Fritz Dressel himself was arrested by the Bavarian police on 3 May 1933 and taken to the concentration camp at Dachau. His political career made Dressel a high-profile opponent of the régime and his detention was reported prominently in the "Feldmochinger Zeitung" (local newspaper).

===Dachau===
At the concentration camp Dressel was taken to the so-called "Arrest building" where he was kept separate from the other detainees. Over several days he was repeatedly beaten and subjected to water torture and psychological torture techniques by his SS guards. He made a feeble suicide attempt by cutting his wrists with a bread knife, and his wounds were initially bandaged. Later two SA "medical" staff, while pretending to provide assistance, removed the bandages after which Dressel was left on the floor slowly bleeding to death while his guards looked on and the camp doctor was forbidden to intervene.

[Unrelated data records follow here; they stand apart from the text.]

/**
 * Brake-setup comparison: the same rig with other brakes on the same route and conditions.
 * Physics: a heavier rotor stores the same heat with a smaller rise (ΔT = Q/(m·c), docs/model.md §7 with
 * hA → 0), and a vented rotor cools better than a solid one of the same mass (docs/model.md §6.1: solid ≈ 0.6 × vented),
 * so both give lower peaks on the same descent; with cooling switched off, venting changes nothing.
 */

import { describe, expect, it } from "vitest";
import { compareBrakeSetups, withBrakeSetup } from "@/lib/advice";
import { UTE_AND_CARAVAN } from "@/lib/thermal";
import { BARE } from "../thermal/rig-helpers";
import { twoDescents, UTE_VAN } from "./scenarios";

const route = twoDescents();
const compare = (variant: Parameters<typeof compareBrakeSetups>[0]["variant"], options = {}) =>
  compareBrakeSetups({ route: route.profile, descents: route.descents, rig: UTE_VAN, variant, options });
const front = (figures: { peaks: { position: string; peakC: number }[] }) => figures.peaks.find((p) => p.position === "front")!.peakC;

describe("compareBrakeSetups", () => {
  it("gives one row per descent, the rig as it is beside the variant", () => {
    const rows = compare({ front: { massKg: 13 } });
    expect(rows.map((r) => r.descentIndex)).toEqual([0, 1]);
    rows.forEach((r, i) => expect(r.descent).toBe(route.descents[i]));
  });

  it("a variant with no changes gives the same figures (a control)", () => {
    for (const row of compare({})) expect(row.variant).toEqual(row.base);
  });

  it("bigger front rotors (13 kg instead of 10 kg) give lower front peaks on every descent", () => {
    for (const row of compare({ front: { massKg: 13 } })) {
      expect(front(row.variant)).toBeLessThan(front(row.base) - 10);
      // the heat split is set by the brake-force distribution, not by the rotor mass: the caravan is unchanged
      const trailer = (f: typeof row.base) => f.peaks.find((p) => p.position === "trailer")!.peakC;
      expect(trailer(row.variant)).toBeCloseTo(trailer(row.base), 6);
      // cooler brakes at the bottom stop no longer than hotter ones from the same speed
      expect(row.variant.stopping[0]!.hot.brakingDistanceM).toBeLessThanOrEqual(row.base.stopping[0]!.hot.brakingDistanceM + 1e-9);
      const warmS = (f: typeof row.base) => f.timeWarmOrAboveS.find((p) => p.position === "front")!.seconds;
      expect(warmS(row.variant)).toBeLessThanOrEqual(warmS(row.base));
    }
  });

  it("with no cooling, the front rise scales as 1/mass exactly (adiabatic, constant c: ΔT = Q/(m·c))", () => {
    const bare = { params: { ...BARE, variableSpecificHeat: false } };
    const rows = compare({ front: { massKg: 13 } }, bare);
    // adiabatic and no road load: the brakes only heat, so the peak over the route is at its end, and the rise
    // from ambient (25 °C) is the whole route's heat divided by m·c
    const last = rows.at(-1)!;
    expect((front(last.variant) - 25) / (front(last.base) - 25)).toBeCloseTo(10 / 13, 6);
  });

  it("vented front rotors peak lower than solid ones of the same mass, and only because they cool better", () => {
    const solid = { front: { kind: "solid-disc" as const } };
    for (const row of compare(solid)) expect(front(row.variant)).toBeGreaterThan(front(row.base) + 5);
    const bare = { params: { ...BARE, variableSpecificHeat: false } };
    for (const row of compare(solid, bare)) expect(front(row.variant)).toBeCloseTo(front(row.base), 6);
  });

  it("accepts a whole rig as the variant, same as the setup applied to the rig", () => {
    const rig = withBrakeSetup(UTE_AND_CARAVAN, { front: { massKg: 13 } });
    expect(rig.vehicle.frontBrakes.massKg).toBe(13);
    expect(UTE_AND_CARAVAN.vehicle.frontBrakes.massKg).toBe(10); // input unchanged
    expect(compare(rig)).toEqual(compare({ front: { massKg: 13 } }));
  });
});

According to another version, Dressel was set upon by guard dogs and then left bleeding to death. The guards concluded the evening with a drunken music party.

===Report of the death===
Although the authorities were content for the death of Fritz Dressel to be reported as a suicide, the more graphic details emerged thanks to a fellow detainee called Hans Beimler. Beimler (who would later die fighting in the Spanish Civil War), escaped from the Concentration Camp on the night of 8/9 May after killing an SS guard and donning the man's uniform. Beimler's report of Dressler's death was included in a publication entitled "Im Mörderlager Dachau" ("In the Dachau Murder Camp") which Beimler produced in August 1933.